> **Problem description**:
Only a number is wanted here: the number of lines of the data that include "enums".

> **Input records**:
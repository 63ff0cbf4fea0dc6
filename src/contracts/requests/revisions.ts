// What the client sends to the review workflow: submit, the review desk list, comments, approve and return.
import { z } from 'zod';
import { UNIT_SYSTEMS } from '@/format';
import { REVISION_STATUSES } from '../enums';
import { idSchema, listOf, paginationSchema } from './common';

/**
 * POST /api/designs/:id/submit {version?, sheetUnits?}: `version`, when given, must be the design version the designer
 * sees; `sheetUnits` is the unit system the design sheet will be printed in (metric by default).
 */
export const submitDesignSchema = z
  .strictObject({
    version: z
      .number({ message: 'must be the design version you last saw' })
      .int('must be a whole number')
      .min(1, 'must be 1 or more')
      .optional(),
    sheetUnits: z.enum(UNIT_SYSTEMS, { message: `must be one of ${UNIT_SYSTEMS.join(', ')}` }).optional(),
  })
  .optional()
  .transform((v) => v ?? {});

/** An empty body (or `{}`): withdraw and reopen take no fields. */
export const emptyBodySchema = z
  .strictObject({})
  .optional()
  .transform(() => ({}));

/** GET /api/revisions?status=in_review,returned&designId&page&pageSize */
export const listRevisionsQuerySchema = paginationSchema.extend({
  status: listOf(REVISION_STATUSES).optional(),
  designId: idSchema.optional(),
});

/** The review desk list query as the client sends it (`status`: one status or a comma-separated list). */
export type RevisionListQuery = z.input<typeof listRevisionsQuerySchema>;

const text = (what: string, max: number) =>
  z
    .string({ message: `is required: ${what}` })
    .trim()
    .max(max, `must be at most ${max} characters`);

/** POST /api/revisions/:id/comments {body, parentId?} */
export const createCommentSchema = z.strictObject({
  body: text('the text of the comment', 5000).min(1, 'must not be empty'),
  parentId: z
    .number({ message: 'must be the id of the comment you answer' })
    .int('must be a whole number')
    .positive('must be a comment id')
    .nullable()
    .optional(),
});

/**
 * POST /api/revisions/:id/approve {comment?, justification?}: the comment is printed on the sheet (may be empty). The
 * justification is required when a check of the revision failed (the service checks that, knowing the result).
 */
export const approveSchema = z
  .strictObject({
    comment: z.string({ message: 'must be text' }).trim().max(2000, 'must be at most 2000 characters').default(''),
    justification: z.string({ message: 'must be text' }).trim().max(4000, 'must be at most 4000 characters').default(''),
  })
  .optional()
  .transform((v) => v ?? { comment: '', justification: '' });

/** POST /api/revisions/:id/return {reason}: required, so the designer knows what to change. */
export const returnSchema = z.strictObject({
  reason: text('say what the designer should change', 4000).min(1, 'is required: say what the designer should change'),
});
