import { computed, ref } from 'vue';
import { storeToRefs } from 'pinia';
import { listOutbox, type OutboxMail } from '@/api/outbox';
import { isApiError } from '@/api/http';
import { useHealthStore } from '@/stores/health';
import { errorMessage } from '@/utils/message';

/** E-mails per page of the Outbox list. */
export const OUTBOX_PAGE_SIZE = 25;

/**
 * State and actions of the Outbox screen (admin; development and test): the e-mails the local mail
 * catcher received, newest first, and the one open in the reader.
 * @returns `mails`, `total`, `page`, `selected`, `isLoading`, `loadError`, `isUnavailable`, `load()`, `select()`, `setPage()`
 */
export function useOutbox() {
  const health = useHealthStore();
  const { health: healthInfo } = storeToRefs(health);

  const mails = ref<OutboxMail[]>([]);
  const total = ref(0);
  const page = ref(1);
  const selectedId = ref<OutboxMail['id'] | null>(null);
  const isLoading = ref(false);
  const loadError = ref('');
  /** The server does not keep caught e-mails (production) and answered 404. */
  const isNotServed = ref(false);

  const selected = computed(() => mails.value.find((m) => m.id === selectedId.value) ?? null);
  const isUnavailable = computed(() => isNotServed.value || healthInfo.value?.outbox === false);

  async function load(): Promise<void> {
    isLoading.value = true;
    loadError.value = '';
    try {
      const result = await listOutbox({ page: page.value, pageSize: OUTBOX_PAGE_SIZE });
      mails.value = result.items;
      total.value = result.total;
      isNotServed.value = false;
      if (!selected.value) selectedId.value = result.items[0]?.id ?? null;
    } catch (err) {
      if (isApiError(err) && err.status === 404) isNotServed.value = true;
      else loadError.value = errorMessage(err, 'The outbox could not be loaded.');
    } finally {
      isLoading.value = false;
    }
  }

  function select(mail: OutboxMail): void {
    selectedId.value = mail.id;
  }

  function setPage(next: number): void {
    page.value = next;
    selectedId.value = null;
    void load();
  }

  void health.load();
  void load();

  return { mails, total, page, selected, isLoading, loadError, isUnavailable, load, select, setPage };
}

/**
 * The web links in an e-mail's text (for following set-password and reset links while developing).
 * Only http(s) addresses are returned, each once.
 * @param text - plain-text body
 */
export function extractLinks(text: string): string[] {
  const found = text.match(/https?:\/\/[^\s<>"')\]]+/g) ?? [];
  return [...new Set(found.map((url) => url.replace(/[.,;:!?]+$/, '')))];
}
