// What the client asks of /api/sheets: the list query and the paper of a PDF.
import { z } from 'zod';
import type { SheetPaper } from '../enums';
import { idSchema, paginationSchema } from './common';

/** GET /api/sheets?page&pageSize&designId&current=true */
export const listSheetsQuerySchema = paginationSchema.extend({
  designId: idSchema.optional(),
  current: z
    .enum(['true', 'false'], { message: 'must be true or false' })
    .transform((v) => v === 'true')
    .optional(),
});

/** The Sheets list query as the client sends it (`current: 'true'` for sheets not superseded by a later approval). */
export type SheetListQuery = z.input<typeof listSheetsQuerySchema>;

/** GET /api/sheets/:id/pdf?paper=a4|letter (default a4). */
export const sheetPdfQuerySchema = z.object({
  paper: z
    .enum(['a4', 'letter', 'A4', 'LETTER'], { message: 'must be a4 or letter' })
    .default('a4')
    .transform((p): SheetPaper => (p.toLowerCase() === 'a4' ? 'A4' : 'LETTER')),
});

> **Solution for this problem**:
2